李氏道:“如此说来,我们便是中等病房也可将就住得,何必占这两间上等房间呢!”如海道:“王家太太说那里话,横竖空房间多着,住住何妨。我们自家人,难道还要算你的房钱不成?”李氏道:“不是这般说。我们住着,自己很觉过意不去。”如海道:“有何过意不去,你的病还是为我所累。你若住了中等房间,教我过意得去吗?”这句话说得王氏婆媳俩都笑了。
少停打酒的先回。如海命人将买来的腊肠等物,装了几碟,把一只小圆桌摆开,三个人品字式坐下。如海亲自把盏劝酒,邵氏酒量素窄,只饮得浅浅几杯,粉面上已薄薄起了两朵红云。如海与她虽然同过几次桌,都因醋娘子在座,处处不敢逾越范围。今日玉容相对,秀色撩人,不由的神魂飞越,一双馋眼,直钉在邵氏面上,羞得邵氏粉颈低垂,不敢抬头。李氏也有些觉着,只因如海平日待她们很好,满肚子只有感激心,自知好色乃男子本性,所以也毫无愤怒之意,假装作不闻不见,自饮自吃。如海一面替李氏斟酒,一面偷眼瞧见邵氏含情脉脉,俯首拈带,一种羞娇态度,便倩千百个画师,也描摹不到万一。如海看得呆了,壶中的酒斟在杯外,也不曾觉得。还亏李氏惊呼,方才明白。酒至半酣,老半斋菜也送到,乃是一碗红烧狮子头,一碗清炖四腮鲈,一碗醋溜黄鱼,一碗虾子冬笋,还有一大碗片耳汤。如海还要劝邵氏酒,邵氏执意不饮,自己盛半碗饭吃了,即忙离席。早有佣妇端着洗面水送上,邵氏洗罢面,漱了口,坐不多时,如海与李氏也吃罢了,佣妇收去碗盏,抹过圆桌,带上房门自去。如海与李氏又坐谈片刻,忽然门外有人用手指在门上轻轻弹了两下。如海厉声道:“进来。”便有一个人推门入内,正是那个西医黄可安。他见了如海,恭恭敬敬的问道:“这位太太的伤处,此时可好用药。”如海道:“使得。”

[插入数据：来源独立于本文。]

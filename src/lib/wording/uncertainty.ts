/** How the uncertainty was worked out, in sentences (JCGM 100:2008, 7.2; JCGM 101:2008, 5.5 and 7). */
import type { ComputeRequest, ComputeResult, DistributionSpec, OutputResult } from '../calculation/types';
import type { Method } from '../methods/types';
import { attachUnit, formatNumber, formatSignificant } from '../quantities';
import { inputName, type WordingOptions } from './answer';
import { britishEnglish, type Catalogue } from './catalogue';
import { joinPhrases, listed, type Phrase } from './phrase';
import { percent } from './present';

/** True where nothing in the result carries an uncertainty. */
function allExact(result: ComputeResult): boolean {
	return Object.values(result.outputs).every((output) => !((output.standardUncertainty ?? 0) > 0));
}

/** Interval half-width over the standard uncertainty, for a first-order result. */
function coverageFactor(output: OutputResult): number | undefined {
	const { interval, standardUncertainty } = output;
	if (!interval || !standardUncertainty) return undefined;
	return (interval.high - interval.low) / (2 * standardUncertainty);
}

function intervalNote(result: ComputeResult, leading: string, words: Catalogue): string | undefined {
	const output = result.outputs[leading];
	const coverage = percent(result.evaluation.coverage ?? 0.95);
	if (result.evaluation.propagation === 'monte-carlo') {
		return result.evaluation.interval === 'shortest'
			? words.uncertainty.shortest(coverage)
			: words.uncertainty.symmetric(coverage);
	}
	const factor = output ? coverageFactor(output) : undefined;
	if (factor === undefined) return undefined;
	const freedom = output?.effectiveDegreesOfFreedom;
	return words.uncertainty.coverageFactor(
		coverage,
		formatNumber(factor, 2),
		freedom === undefined ? undefined : formatSignificant(freedom, 3)
	);
}

/** Notes on the uncertainty of a result, one paragraph each. */
export function uncertaintyNotes(
	method: Pick<Method, 'inputs'>,
	request: ComputeRequest,
	result: ComputeResult,
	leading: string,
	options: Pick<WordingOptions, 'catalogue'> = {}
): Phrase[] {
	const words = options.catalogue ?? britishEnglish;
	const { evaluation } = result;
	if (evaluation.propagation === 'none') return [words.uncertainty.none()];
	if (allExact(result)) return [words.uncertainty.exact()];
	const first: Phrase[] = [
		evaluation.propagation === 'monte-carlo'
			? words.uncertainty.monteCarlo(formatNumber(evaluation.trials ?? 0, 0), evaluation.seed ?? '')
			: words.uncertainty.firstOrder()
	];
	const interval = intervalNote(result, leading, words);
	if (interval) first.push([interval]);
	if (evaluation.redrawn) first.push([words.uncertainty.redrawn(formatNumber(evaluation.redrawn, 0))]);
	if (evaluation.converged === false) first.push([words.uncertainty.notConverged]);
	return [
		joinPhrases(first),
		joinPhrases([[correlationNote(method, request, words)], words.sharesAreOfVariance()]),
		words.uncertainty.rounding()
	];
}

function correlationNote(method: Pick<Method, 'inputs'>, request: ComputeRequest, words: Catalogue): string {
	const pairs = (request.correlations ?? []).filter((pair) => pair.coefficient !== 0);
	if (pairs.length === 0) return words.uncertainty.independent;
	return words.uncertainty.correlated(
		listed(
			pairs.map(
				(pair) =>
					`${inputName(method, pair.a)} with ${inputName(method, pair.b)}, ${formatSignificant(pair.coefficient, 3)}`
			),
			words.and
		)
	);
}

/** A distribution in words: "rectangular, half-width 0.01". Parameters stand in `unit`, differences in `differenceUnit`. */
export function distributionText(
	spec: DistributionSpec,
	unit: string,
	unitOfDifference: string,
	options: Pick<WordingOptions, 'catalogue'> = {}
): string {
	const words = options.catalogue ?? britishEnglish;
	const value = (n: number) => attachUnit(formatSignificant(n, 10), unit);
	const difference = (n: number) => attachUnit(formatSignificant(n, 10), unitOfDifference);
	const plain = (n: number) => formatSignificant(n, 6);
	const parts = [words.distribution[spec.type]];
	if ('halfWidth' in spec) parts.push(words.halfWidth(difference(spec.halfWidth)));
	if ('low' in spec && 'high' in spec) parts.push(words.between(value(spec.low), value(spec.high)));
	if ('mode' in spec) parts.push(words.mode(value(spec.mode)));
	if (spec.type === 'lognormal') parts.push(words.geometric(plain(spec.geometricStandardDeviation)));
	if (spec.type === 'trapezoidal') parts.push(words.shape(plain(spec.beta)));
	if (spec.type === 'curvilinear-trapezoid') parts.push(words.shape(difference(spec.inexactness)));
	if (spec.type === 'beta') parts.push(words.shape(`${plain(spec.alpha)}, ${plain(spec.beta)}`));
	if (spec.type === 'discrete') parts.push(words.oneOf(listed(spec.values.map(value), words.and)));
	if (spec.degreesOfFreedom !== undefined) parts.push(words.degreesOfFreedom(plain(spec.degreesOfFreedom)));
	return parts.join(', ');
}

黄医生答应了一声是,仍复回出外面。邵氏见他院中规矩很重,不觉暗暗钦佩。李氏听说要用药,未免有些着忙。如海告诉她是把药敷在皮外,并不碍事,李氏才不言语。不一时,黄医生带着一个助手进房,只见那助手捧一只白磁盘,盘内放着棉花、绷带、药水瓶、剪刀之类,黄医生先用剪刀将李氏裤脚管剪开一缝,露出伤处,然后将一瓶药水都润在棉花内,敷于李氏腿上。李氏只觉得其凉彻骨,只道他们用药水来烂她腿,不觉叫唤起来。黄医生连说无妨,便在棉花外面裹上一方白布,用绷带扎紧,嘱令不可多走,须要静卧,明日早晨换药。如海也教她好生将养,晚间我再来探望。言毕与黄医生一同出去。李氏敷药之后,歪在床上,因昨夜未得好睡,身子很觉困倦,不觉一霎时已沉沉睡熟。邵氏自己走至隔房,这一间便是黄医生替她预备的卧房,布置与那边一般无二。梳装台上,摆着许多五颜六色的玻璃瓶,邵氏先只道是药水,走近旁边,觉得一阵香气触鼻,仔细看去,才知是香水生发油、花露水之类。抽屉内镜子、牙梳一切妇女用品,无一不备。面汤台上香皂、花粉、牙粉等物,也摆设得井井有条。邵氏见了,暗暗感激如海给她布置得周到。